Collected data:
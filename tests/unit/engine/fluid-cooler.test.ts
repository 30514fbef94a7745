import { describe, expect, it, vi } from "vitest";
import fc from "fast-check";
import psychrolib from "psychrolib";
import { enteringAir } from "@/lib/engine/air-side";
import type { FanModel } from "@/lib/engine/fans";
import {
  type CoolerSelection,
  calibrateCooler,
  coolerCapacityKW,
  coolerAirflowForLeavingFluid,
  coolerAirflowSlopeAtFullSpeedPerK,
  coolerConductanceKWPerK,
  coolerConductanceWithSlope,
  enthalpyBasedAirSpecificHeat,
  requiredAirflowFraction,
  coolerLeavingFluidAtAirflowC,
  solveCoolerHour,
} from "@/lib/engine/fluid-cooler";
import { fluidProperties } from "@/lib/engine/glycol";
import { counterflowEffectiveness, counterflowNtu } from "@/lib/engine/heat-exchanger";

// Whole-year runs and property tests: generous time on a shared CI machine.
vi.setConfig({ testTimeout: 60_000 });

const P = 98_500;
const sel: CoolerSelection = {
  fluidFlowKgPerS: 72,
  enteringFluidC: 33.3,
  leavingFluidC: 28.3,
  designWetBulbC: 24,
  designFluidToAirRatio: 1,
  internalResistanceFraction: 0.3,
  dryRating: { enteringFluidC: 33.3, leavingFluidC: 30.5, dryBulbC: 5 },
  dryExternalConductanceFactor: 0.7,
  allowDryMode: true,
  modeSelection: "lowestTotalPower",
  sprayLockoutDryBulbC: -50,
  glycol: { kind: "none", massFraction: 0 },
  ratingFluid: "water",
};
const { model } = calibrateCooler(sel, P, "c");
const cpRating = fluidProperties("none", 0, 30.8).specificHeatKJPerKgK;
const qWet = 72 * cpRating * 5;
const fan: FanModel = {
  designPowerKW: 37,
  control: "variableSpeed",
  minSpeedFraction: 0.25,
  powerFloorFraction: 0.05,
  lowSpeedFraction: 0.5,
  naturalDraftAirflowFraction: 0.1,
};

describe("counterflow effectiveness-NTU", () => {
  // Source: Incropera & DeWitt, Fundamentals of Heat and Mass Transfer, Table 11.3 (counterflow):
  // ε = [1 − e^(−NTU(1−Cr))]/[1 − Cr·e^(−NTU(1−Cr))]; ε = NTU/(1 + NTU) for Cr = 1; 1 − e^(−NTU) for Cr = 0.
  it("matches the closed forms and inverts exactly", () => {
    expect(counterflowEffectiveness(1, 1)).toBeCloseTo(0.5, 12);
    expect(counterflowEffectiveness(1, 0)).toBeCloseTo(1 - Math.exp(-1), 12);
    expect(counterflowEffectiveness(1, 0.5)).toBeCloseTo((1 - Math.exp(-0.5)) / (1 - 0.5 * Math.exp(-0.5)), 12);
    fc.assert(
      fc.property(fc.double({ min: 0.05, max: 6, noNaN: true }), fc.double({ min: 0, max: 1, noNaN: true }), (ntu, cr) => {
        expect(counterflowNtu(counterflowEffectiveness(ntu, cr), cr)).toBeCloseTo(ntu, 6);
      }),
    );
  });
});

describe("closed-circuit cooler calibration", () => {
  it("reproduces its wet rating point after calibration", () => {
    const air = enteringAir(31, 24, P);
    expect(coolerLeavingFluidAtAirflowC(model, air, qWet, 1, true, P)).toBeCloseTo(28.3, 3);
    expect(coolerCapacityKW(model, 33.3, air, 1, true, P) / qWet).toBeCloseTo(1, 4);
  });

  it("reproduces its dry rating point after calibration (moist-air cp at a typical humidity)", () => {
    const qDry = 72 * cpRating * (33.3 - 30.5);
    // Dry rating's air: 5 °C dry-bulb with W ≈ 0.005 (wet-bulb ≈ 3.3 °C at this pressure)
    const air = enteringAir(5, 3.3, P);
    expect(Math.abs(coolerLeavingFluidAtAirflowC(model, air, qDry, 1, false, P) - 30.5)).toBeLessThan(0.05);
  });

  it("without a dry rating uses the default dry factor", () => {
    const { model: m } = calibrateCooler({ ...sel, dryRating: undefined }, P, "c");
    expect(m.dryFactor).toBe(0.7);
  });

  // Glycol: lower cp and tube-side coefficient (Dittus–Boelter with Melinder's properties) cut capacity.
  it("30 % propylene glycol rated on water loses capacity", () => {
    const { model: g } = calibrateCooler({ ...sel, glycol: { kind: "propyleneGlycol", massFraction: 0.3 } }, P, "c");
    const air = enteringAir(31, 24, P);
    expect(g.internalUaKWPerK).toBeLessThan(model.internalUaKWPerK * 0.8);
    expect(coolerCapacityKW(g, 33.3, air, 1, true, P)).toBeLessThan(coolerCapacityKW(model, 33.3, air, 1, true, P));
  });
});

describe("cooler mode selection", () => {
  it("runs dry only when dry operation holds the set-point, and wet hours use the spray", () => {
    fc.assert(
      fc.property(
        fc.double({ min: -15, max: 32, noNaN: true }),
        fc.double({ min: 0, max: 8, noNaN: true }),
        fc.double({ min: 0.3, max: 1, noNaN: true }),
        (db, depression, load) => {
          const air = enteringAir(db, db - depression, P);
          const q = qWet * load;
          const r = solveCoolerHour(model, fan, air, q, 28.3, P);
          const dryAtFull = coolerLeavingFluidAtAirflowC(model, air, q, 1, false, P);
          if (r.mode === "dry") {
            expect(dryAtFull).toBeLessThanOrEqual(28.3 + 1e-6);
            expect(r.evaporationKgPerS).toBe(0);
            expect(r.sprayOn).toBe(false);
          } else {
            expect(dryAtFull).toBeGreaterThan(28.3 - 1e-6);
            expect(r.sprayOn).toBe(true);
          }
          if (r.held) expect(r.leavingFluidC).toBe(28.3);
        },
      ),
      { numRuns: 200 },
    );
  });

  it("respects a dry-bulb limit on dry operation", () => {
    const { model: m } = calibrateCooler({ ...sel, dryModeMaxDryBulbC: -5 }, P, "c");
    const r = solveCoolerHour(m, fan, enteringAir(0, -2, P), qWet * 0.4, 28.3, P);
    expect(r.mode).toBe("wet");
  });
});

describe("a selection exactly at its rating point holds it", () => {
  // Common practice, no source: a unit operated at the very conditions it was selected for (design
  // wet-bulb, flow, range, leaving temperature) meets its rating; a model calibrated on that point must
  // report the set-point as held, within the rounding of the calibration round trip.
  it("the cooler at its wet rating point, over a grid of pressures, wet-bulbs, approaches and ranges", () => {
    let notHeld = 0;
    for (const p of [101_325, 98_500, 89_875])
      for (const wb of [18, 21.3, 24, 25.6, 27.1])
        for (const approach of [2.5, 3.1, 4.7, 6])
          for (const range of [3, 5.5, 7.7])
            for (const glycol of [{ kind: "none" as const, massFraction: 0 }, { kind: "propyleneGlycol" as const, massFraction: 0.3 }]) {
              const s: CoolerSelection = {
                ...sel,
                fluidFlowKgPerS: 50.3,
                enteringFluidC: wb + approach + range,
                leavingFluidC: wb + approach,
                designWetBulbC: wb,
                glycol,
                ratingFluid: glycol.kind === "none" ? "water" : "loopFluid",
              };
              const m = calibrateCooler(s, p, "c").model;
              const r = solveCoolerHour(m, fan, enteringAir(wb + 8, wb, p), m.fluidCapacityKWPerK * range, wb + approach, p);
              if (!r.held) notHeld++;
            }
    expect(notHeld).toBe(0);
  });
});

describe("cooler leaving-fluid temperature at a given airflow (wet, floating)", () => {
  // The answer must satisfy the model's own energy balance, rebuilt here by hand with psychrolib's
  // saturated-air enthalpy (ASHRAE Fundamentals 2017 ch.1, the reference library): Tin = T + Q/Cf,
  // Tm = Tin − Q/(2·Cf), cs = (hs(Tm) − hs(Twb))/(Tm − Twb), Q = εCmin(cs)·(Tin − Twb).
  // At low airflow (the fan-off and low-speed states of a mix) plain substitution on cs oscillates with
  // a growing amplitude (|G′| > 1); the solver must still land on the balance.
  psychrolib.SetUnitSystem(psychrolib.SI);
  const hsKJ = (tC: number) => psychrolib.GetSatAirEnthalpy(tC, P) / 1000;
  it("closes Q = εCmin·(Tin − Twb) within 0.05 % from natural draft to full speed", () => {
    const cf = model.fluidCapacityKWPerK;
    for (const [db, wb] of [[5, 3], [10, 8], [20, 15], [25, 20], [32, 24]] as const) {
      const air = enteringAir(db, wb, P);
      for (const q of [0.3 * qWet, 0.7 * qWet, qWet]) {
        for (const f of [0.1, 0.25, 0.5, 1]) {
          const t = coolerLeavingFluidAtAirflowC(model, air, q, f, true, P);
          const tin = t + q / cf;
          const tm = tin - q / (2 * cf);
          const cs = (hsKJ(tm) - hsKJ(air.wetBulbC)) / (tm - air.wetBulbC);
          const back = coolerConductanceKWPerK(model, f, air, cs) * (tin - air.wetBulbC);
          expect(Math.abs(back - q) / q, `db ${db} wb ${wb} Q ${q.toFixed(0)} f ${f}: T ${t}`).toBeLessThan(5e-4);
        }
      }
    }
  });
});

describe("cooler capacity at a given entering-fluid temperature and airflow (wet, rating checks)", () => {
  // A unit with a large conductance for its airflow (rated at 2.5 K approach over a 10 K range at a 16 °C
  // wet-bulb) run with hot fluid at low airflow: there the substitution Q ← εCmin(cs(Q))·ΔT swings about the
  // root with a slope near −0.8 and, after its 20 passes, stopped ~0.1 % from it (85 °C, f = 0.15). The
  // answer must be a fixed point of its own defining equation.
  const hot = calibrateCooler({ ...sel, designWetBulbC: 16, leavingFluidC: 18.5, enteringFluidC: 28.5, dryRating: undefined }, P, "c").model;
  psychrolib.SetUnitSystem(psychrolib.SI);
  const hsKJ = (tC: number) => psychrolib.GetSatAirEnthalpy(tC, P) / 1000;
  const cases = [
    [hot, 20, 85, 0.15],
    [hot, 25, 80, 0.1],
    [hot, 27, 85, 0.05],
    [hot, 10, 60, 0.15],
    [model, 20, 85, 0.1],
    [model, 24, 70, 0.15],
  ] as const;
  it("returns a fixed point of Q = εCmin(cs(Q))·(Tin − Twb) at low airflow and large ΔT", () => {
    for (const [m, wb, tin, f] of cases) {
      const air = enteringAir(wb + 5, wb, P);
      const q = coolerCapacityKW(m, tin, air, f, true, P);
      const label = `Twb ${wb} Tin ${tin} f ${f}: Q ${q}`;
      // The model's own definition, rebuilt from its primitives: Tm = Tin − Q/(2·Cf), cs = chord slope of hs
      // between Twb and Tm (Jaber & Webb 1989), εCmin by counterflow ε-NTU (Incropera & DeWitt, Table 11.3).
      const tm = tin - q / (2 * m.fluidCapacityKWPerK);
      const own = coolerConductanceKWPerK(m, f, air, enthalpyBasedAirSpecificHeat(tm, air, P)) * (tin - wb);
      expect(Math.abs(own - q), label).toBeLessThan(1e-6 * q);
      // The same balance with psychrolib's saturated-air enthalpy (ASHRAE Fundamentals 2017 ch.1, the
      // reference library) for cs: the engine's hs differs from it only by its fit, within 0.05 %.
      const csRef = (hsKJ(tm) - hsKJ(wb)) / (tm - wb);
      const ref = coolerConductanceKWPerK(m, f, air, csRef) * (tin - wb);
      expect(Math.abs(ref - q) / q, label).toBeLessThan(5e-4);
    }
  });

  it("stays within the energy-balance bounds", () => {
    for (const [m, wb, tin, f] of cases) {
      const air = enteringAir(wb + 5, wb, P);
      const q = coolerCapacityKW(m, tin, air, f, true, P);
      const label = `Twb ${wb} Tin ${tin} f ${f}: Q ${q}`;
      // First law, fluid side: the fluid cannot leave below the entering wet-bulb, Q < Cf·(Tin − Twb).
      expect(q, label).toBeGreaterThan(0);
      expect(q, label).toBeLessThan(m.fluidCapacityKWPerK * (tin - wb));
      // First law, air side: the air cannot leave above saturation at the entering-fluid temperature,
      // Q < ma·(hs(Tin) − hs(Twb)), hs from psychrolib (ASHRAE Fundamentals 2017 ch.1); 0.05 % for the fit.
      expect(q, label).toBeLessThan(m.designAirFlowKgPerS * f * (hsKJ(tin) - hsKJ(wb)) * (1 + 5e-4));
    }
  });
});

describe("cooler conductance slope (the Newton step of the airflow root)", () => {
  it("equals a central difference of εCmin and the root reproduces the airflow it was built from", () => {
    const air = enteringAir(20, 15, P);
    const out = { k: 0, dk: 0, dkExternal: 0 };
    for (const cs of [undefined, 2, 3.5, 6]) {
      for (const f of [0.02, 0.1, 0.3, 0.6, 0.95, 1]) {
        const h = 1e-6;
        const central = (coolerConductanceKWPerK(model, f + h, air, cs) - coolerConductanceKWPerK(model, f - h, air, cs)) / (2 * h);
        coolerConductanceWithSlope(model, f, air, cs, out);
        expect(out.k).toBeCloseTo(coolerConductanceKWPerK(model, f, air, cs), 10);
        expect(Math.abs(out.dk - central) / central).toBeLessThan(1e-6);
        expect(requiredAirflowFraction(model, air, out.k, cs)).toBeCloseTo(f, 7);
      }
    }
  });
});

describe("airflow slope at full speed (the floating search's low end)", () => {
  it("continues the requirement's slope from just warmer than what full speed reaches, where the root is below full speed", () => {
    // Continuity check: the direct slope at full speed against coolerAirflowForLeavingFluid's own slope
    // 0.001 K warmer (there the airflow root exists, f < 1). Both hold cs at the required temperatures
    // (its drift with T is second order, see coolerAirflowForLeavingFluid).
    for (const [db, wb, q] of [[20, 15, 0.8 * qWet], [28, 22, qWet], [10, 8, 0.6 * qWet]] as const) {
      const air = enteringAir(db, wb, P);
      const lowC = coolerLeavingFluidAtAirflowC(model, air, q, 1, true, P);
      const inside = coolerAirflowForLeavingFluid(model, air, q, lowC + 1e-3, true, P);
      expect(inside.fraction).toBeLessThan(1);
      const direct = coolerAirflowSlopeAtFullSpeedPerK(model, air, q, lowC, true, P);
      expect(direct).toBeLessThan(0);
      expect(Math.abs(direct - inside.slopePerK) / Math.abs(inside.slopePerK)).toBeLessThan(0.01);
    }
  });
});

describe("required airflow's slope with the leaving-fluid temperature (the floating search's marginal)", () => {
  it("matches a central difference of the requirement, wet and dry", () => {
    // Reference: (f(T + 0.01) − f(T − 0.01))/0.02 of coolerAirflowForLeavingFluid's own fraction — each side
    // a fresh root with its own cs (a fresh saturated enthalpy). The analytic slope includes cs's drift with T
    // (without it the wet slopes here were up to 24 % off); truncation of the difference h²·f‴/6 is far below
    // the tolerance (hand estimate).
    for (const [db, wb, q, t, wet] of [
      [20, 15, 0.8 * qWet, 27, true],
      [28, 22, qWet, 31, true],
      [5, 3, 0.5 * qWet, 30, false],
      [-2, -3, 0.4 * qWet, 20, false],
    ] as const) {
      const air = enteringAir(db, wb, P);
      const mid = coolerAirflowForLeavingFluid(model, air, q, t, wet, P);
      expect(mid.fraction).toBeGreaterThan(0.1);
      expect(mid.fraction).toBeLessThan(1);
      const central = (coolerAirflowForLeavingFluid(model, air, q, t + 0.01, wet, P).fraction - coolerAirflowForLeavingFluid(model, air, q, t - 0.01, wet, P).fraction) / 0.02;
      expect(mid.slopePerK).toBeLessThan(0);
      expect(Math.abs(mid.slopePerK / central - 1)).toBeLessThan(1e-4);
    }
  });
});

§ WHAT YOU ARE ASKED TO DO
Which lines in the data above hold the word "there"? Return each of them.

§ EXERCISE RESPONSE
  // wet-bulb) run with hot fluid at low airflow: there the substitution Q ← εCmin(cs(Q))·ΔT swings about the
    // 0.001 K warmer (there the airflow root exists, f < 1). Both hold cs at the required temperatures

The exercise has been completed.